(Stored data)

/** Lists the safety and code notes to show with the plan (distances in ft, weights in lb). */
export function listCautions(args: {
  linerKind: "none" | "steel-ring" | "firebrick";
  requiredSetbackFt: number;
  /** The distance to the nearest structure (kept under its old name). */
  siteSetbackFt?: number;
  site?: SiteDistances;
  limits?: Partial<CautionLimits>;
  /** The fire's clear opening, in (for the recreational-fire size). */
  fireOpeningIn?: number;
  /** Heaviest wall unit and cap blank, lb. */
  weights?: { wallUnitLb: number; capBlankLb: number | null; lbPerFt3: number };
  /** True when the caps have arced edges to cut with a handheld saw. */
  handheldCuts?: boolean;
  patio?: PatioPlan | null;
}): Caution[] {
  const { linerKind, requiredSetbackFt } = args;
  const structureFt = args.site?.structureFt ?? args.siteSetbackFt;
  const propertyLineFt = args.limits?.requiredPropertyLineFt;
  const branchFt = args.limits?.requiredBranchClearanceFt;
  const cautions: Caution[] = [
    {
      code: "setback",
      audience: "both",
      message: `Keep the fire at least ${requiredSetbackFt} ft from buildings, fences, decks and anything that burns${propertyLineFt !== undefined ? `, ${propertyLineFt} ft from the property line` : ""}${branchFt !== undefined ? ` and ${branchFt} ft from overhanging branches and wires` : ""}. The International Fire Code (§307.4.2) sets 25 ft for recreational fires, and some local editions allow permanent fire pits closer; local rules range from 10 to 50 ft. ${LOCAL_RULES}`,
    },
  ];
  if (structureFt !== undefined && structureFt < requiredSetbackFt) {
    cautions.push({
      code: "setback-too-close",
      audience: "both",
      message: `The spot chosen is ${structureFt} ft from the nearest building or combustible, closer than the ${requiredSetbackFt} ft required. Move the pit, or confirm with your local fire authority before building.`,
    });
  }
  const propertyLine = args.site?.propertyLineFt;
  if (propertyLine !== undefined && propertyLineFt !== undefined && propertyLine < propertyLineFt) {
    cautions.push({
      code: "property-line-too-close",
      audience: "both",
      message: `The spot chosen is ${propertyLine} ft from the property line, closer than the ${propertyLineFt} ft asked for. Move the pit, or confirm the local rule with your town before building.`,
    });
  }
  const branches = args.site?.branchesFt;
  if (branches !== undefined && branchFt !== undefined && branches < branchFt) {
    cautions.push({
      code: "branches-too-close",
      audience: "both",
      message: `Overhanging branches or wires are ${branches} ft from the fire, closer than the ${branchFt} ft asked for. Move the pit, or have the branches cut back before the first fire.`,
    });
  }
  if (args.fireOpeningIn !== undefined && args.fireOpeningIn > ADVICE_LIMITS.recreationalFireAcrossIn + 1e-9) {
    cautions.push({
      code: "recreational-fire-size",
      audience: "both",
      message: `The fire's opening is about ${Math.round(args.fireOpeningIn)} in across. The International Fire Code (§202) treats a fire up to 3 ft across and 2 ft high as a recreational fire; a bigger fire may count as open burning, which the local fire authority may limit, require a permit for or forbid. Keep fires under 3 ft across and 2 ft high, or ask first. ${LOCAL_RULES}`,
    });
  }
  cautions.push(
    {
      code: "line-the-bowl",
      audience: "both",
      message:
        linerKind === "none"
          ? "This bowl has no liner. Ordinary concrete block, river rock and wet stone can crack or burst in direct flame as trapped moisture turns to steam: line the bowl with firebrick or a steel ring."
          : "Keep the liner in place: ordinary concrete block and wet stone can crack or burst in direct flame as trapped moisture turns to steam.",
    },
    {
      code: "drainage",
      audience: "crew",
      message:
        "Let the bowl drain: do not fill it with dense-graded base, which holds water under the fire. Use open-graded stone (clean gravel) under the fire, or a drain to daylight.",
    },
    {
      code: "base-and-cure",
      audience: "both",
      message:
        "Build on a compacted, well-drained base, below the frost depth where local practice asks for it. Let the adhesive cure (commonly about 7 days) before the first fire, and keep the first few fires small so the block and caps dry out slowly.",
    },
    {
      code: "attend-fire",
      audience: "homeowner",
      message: `Never leave a fire unattended, and keep a fire extinguisher (rated 4-A or better), a garden hose or a bucket of sand at hand (International Fire Code §307.5). ${LOCAL_RULES}`,
    },
    {
      code: "burning-rules",
      audience: "homeowner",
      message:
        "Do not burn during a burn ban. Burn only dry, seasoned, untreated wood. Never build a fire pit on a wooden deck, and keep it clear of overhanging branches, eaves and wires. Local ordinances may add more rules.",
    },
    {
      code: "hot-caps-and-ash",
      audience: "homeowner",
      message:
        "The caps get hot: watch children and pets around the fire. Use a spark screen for wood fires. Put out the fire fully, and carry cold ashes in a metal can with a tight lid, never in a bag or a plastic bin.",
    },
    {
      code: "gas-appliances",
      audience: "homeowner",
      message:
        "For gas instead of wood, use a burner listed as an outdoor gas fire pit appliance (ANSI Z21.97), installed and leak-tested by a licensed gas fitter (NFPA 54). Gas fire pits are for outdoors only: they give off carbon monoxide.",
    },
    {
      code: "call-before-digging",
      audience: "both",
      message: "Call 811 a few days before digging so buried gas, power and water lines are marked.",
    },
    {
      code: "wet-cutting",
      audience: "crew",
      message: `Cut block, caps and pavers wet, on a stationary masonry saw with its water feed running, to keep silica dust down (OSHA 29 CFR 1926.1153, Table 1). Keep the blade guard on (29 CFR 1926.702(i)) and wear eye and hearing protection.${args.handheldCuts === false ? "" : " Arced cap edges cut with a handheld saw need its water feed running too, and anyone cutting that way for more than 4 hours in a shift needs a respirator of APF 10 or more (Table 1)."}`,
    },
    {
      code: "heavy-lifting",
      audience: "crew",
      message: args.weights
        ? `Each wall unit weighs about ${Math.round(args.weights.wallUnitLb)} lb${args.weights.capBlankLb !== null ? ` and each cap blank about ${Math.round(args.weights.capBlankLb)} lb` : ""} (at about ${args.weights.lbPerFt3} lb/ft³ of concrete; check the supplier's figure). Lift anything over about 50 lb with two people, bend the knees and keep the back straight.`
        : "Caps and large wall units are heavy: lift them with two people.",
    },
  );
  return cautions;
}
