/**
 * Lays out the wall ring (all lengths in, angles degrees, unrounded); throws PlanGeometryError when it cannot be built.
 */
export function planRing(args: {
  target: RingTarget;
  wallUnit: WallUnitSize;
  courses: number;
  /** Cap thickness added to the wall height, in; 0 when there are no caps. */
  capThicknessIn?: number;
}): RingPlan {
  const { target, wallUnit, courses } = args;
  checkWallUnit(wallUnit);
  if (!Number.isInteger(courses) || courses < 1 || courses > MAX_COURSES) {
    throw new PlanGeometryError("courses", `Courses must be a whole number from 1 to ${MAX_COURSES}.`);
  }
  let layout: BareLayout;
  if ("unitCount" in target) {
    const n = target.unitCount;
    if (!Number.isInteger(n) || n < MIN_UNITS_PER_COURSE || n > MAX_UNITS_PER_COURSE) {
      throw new PlanGeometryError(
        "ring.unitCount",
        `Units per course must be a whole number from ${MIN_UNITS_PER_COURSE} to ${MAX_UNITS_PER_COURSE}.`,
      );
    }
    layout = layWholeRing(wallUnit, n);
  } else {
    if (!Number.isFinite(target.bowlDiameterIn) || target.bowlDiameterIn <= 0) {
      throw new PlanGeometryError("ring.bowlDiameterIn", "The bowl diameter must be a length above 0 in.");
    }
    layout =
      target.fit === "exact"
        ? layExactRing(wallUnit, target.bowlDiameterIn)
        : layWholeRing(wallUnit, chooseWholeCount(wallUnit, target.bowlDiameterIn, target.fit));
  }
  const bowlDiameterIn = 2 * layout.edgeDistanceIn;
  return {
    ...layout,
    ...layBond(layout, wallUnit.depthIn, courses),
    courses,
    totalUnits: layout.unitsPerCourse * courses,
    bowlDiameterIn,
    outsideDiameterIn: 2 * (layout.edgeDistanceIn + wallUnit.depthIn),
    wallHeightIn: courses * wallUnit.heightIn + (args.capThicknessIn ?? 0),
    tightestBowlDiameterIn: tightestBowlDiameter(wallUnit),
    neighbours: findNeighbourRings(wallUnit, bowlDiameterIn),
  };
}
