import { hash, verify, type Options } from "@node-rs/argon2";

// OWASP Password Storage Cheat Sheet minimum for argon2id: m = 19 MiB, t = 2, p = 1.
// `Algorithm` is a const enum, unusable under verbatimModuleSyntax: 2 is its Argon2id member.
const ARGON2_OPTIONS: Options = {
  algorithm: 2,
  memoryCost: 19456,
  timeCost: 2,
  parallelism: 1,
};

/** Hashes a password with argon2id (PHC string, salt included). */
export function hashPassword(password: string): Promise<string> {
  return hash(password, ARGON2_OPTIONS);
}

/** Verifies a password against a PHC string; false for any malformed hash. */
export async function verifyPassword(phc: string, password: string): Promise<boolean> {
  try {
    return await verify(phc, password);
  } catch {
    return false;
  }
}

let dummyHash: Promise<string> | null = null;

/** Spends the same work as a real check, so an unknown e-mail answers in a similar time. */
export async function burnPasswordCheck(password: string): Promise<void> {
  dummyHash ??= hashPassword("emberwright-timing-equaliser");
  await verifyPassword(await dummyHash, password);
}
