import { randomBytes } from "node:crypto";
import { and, eq, gt, lt } from "drizzle-orm";
import { createCookie, redirect } from "react-router";
import { sessions, users, type Role, type User } from "~/db/schema";
import { db } from "~/lib/platform/db.server";
import { env } from "~/lib/platform/env.server";

const SESSION_DAYS = 14;

// Signed with rotating secrets: the first signs, the rest still verify.
export const sessionCookie = createCookie("ew_session", {
  httpOnly: true,
  secure: env.NODE_ENV === "production",
  sameSite: "lax",
  path: "/",
  maxAge: SESSION_DAYS * 24 * 60 * 60,
  secrets: env.sessionSecrets,
});

export type SessionUser = Pick<User, "id" | "companyId" | "email" | "name" | "role"> & {
  sessionId: string;
};

/** Starts a server-side session for a user; returns the Set-Cookie header value. */
export async function startSession(userId: number): Promise<string> {
  const id = randomBytes(32).toString("base64url");
  const expiresAt = new Date(Date.now() + SESSION_DAYS * 86_400_000).toISOString();
  await db.insert(sessions).values({ id, userId, expiresAt });
  return sessionCookie.serialize(id);
}

async function readSessionId(request: Request): Promise<string | null> {
  const value = await sessionCookie.parse(request.headers.get("Cookie"));
  return typeof value === "string" && value.length > 0 ? value : null;
}

/** The signed-in, active user of a request, or null. One indexed lookup. */
export async function getSessionUser(request: Request): Promise<SessionUser | null> {
  const sessionId = await readSessionId(request);
  if (!sessionId) return null;
  const [row] = await db
    .select({
      id: users.id,
      companyId: users.companyId,
      email: users.email,
      name: users.name,
      role: users.role,
    })
    .from(sessions)
    .innerJoin(users, eq(users.id, sessions.userId))
    .where(and(eq(sessions.id, sessionId), gt(sessions.expiresAt, new Date().toISOString()), eq(users.isActive, true)))
    .limit(1);
  return row ? { ...row, sessionId } : null;
}

/** Ends the request's session on the server and returns a cookie that clears the browser's copy. */
export async function endSession(request: Request): Promise<string> {
  const sessionId = await readSessionId(request);
  if (sessionId) await db.delete(sessions).where(eq(sessions.id, sessionId));
  return sessionCookie.serialize("", { maxAge: 0 });
}

/** Ends every session of a user (deactivation, role change, password reset). */
export async function endAllSessions(userId: number): Promise<void> {
  await db.delete(sessions).where(eq(sessions.userId, userId));
}

/** Deletes expired session rows; cheap, called from sign-in. */
export async function sweepExpiredSessions(): Promise<void> {
  await db.delete(sessions).where(lt(sessions.expiresAt, new Date().toISOString()));
}

type RequireOptions = { roles?: readonly Role[] };

/**
 * The guard every protected loader and action calls itself. Anonymous visitors and
 * homeowners asking for a staff page go to sign-in; staff without the role get 403.
 */
export async function requireUser(request: Request, options: RequireOptions = {}): Promise<SessionUser> {
  const user = await getSessionUser(request);
  const roles = options.roles;
  const wantsStaff = roles?.some((r) => r !== "homeowner") ?? false;
  if (!user || (wantsStaff && user.role === "homeowner" && !roles?.includes("homeowner"))) {
    throw redirectToSignIn(request);
  }
  if (roles && !roles.includes(user.role)) {
    throw new Response("You do not have access to this page.", { status: 403 });
  }
  return user;
}

export function redirectToSignIn(request: Request) {
  const url = new URL(request.url);
  const back = url.pathname + url.search;
  return redirect(`/login?redirectTo=${encodeURIComponent(back)}`);
}

// C0 controls, DEL and C1 controls: browsers drop tabs and newlines from URLs ("/\t/evil.example"
// becomes "//evil.example"), and a newline in a Location header fails the whole response.
const CONTROL_CHARACTERS = /[\u0000-\u001f\u007f-\u009f]/;

/**
 * The only redirect targets after sign-in: paths on the app's own origin. The target is parsed as
 * the browser will parse it (WHATWG URL, against the app origin) and must keep that origin; the
 * answer is the normalised path, query and fragment, which are always safe in a header. Anything
 * else (another host, a scheme, "//", "/\\", control characters) gives the fallback.
 */
export function safeRedirectPath(target: string | null | undefined, fallback: string): string {
  if (!target || !target.startsWith("/") || CONTROL_CHARACTERS.test(target)) return fallback;
  const base = env.appOrigin ?? "http://localhost";
  let url: URL;
  try {
    url = new URL(target, base);
  } catch {
    return fallback;
  }
  if (url.origin !== new URL(base).origin) return fallback;
  return `${url.pathname}${url.search}${url.hash}`;
}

Work to complete
Could you set down exactly the lines above, from the one containing "let url: URL;" through the last, including both and nothing else?

Your response
  let url: URL;
  try {
    url = new URL(target, base);
  } catch {
    return fallback;
  }
  if (url.origin !== new URL(base).origin) return fallback;
  return `${url.pathname}${url.search}${url.hash}`;
}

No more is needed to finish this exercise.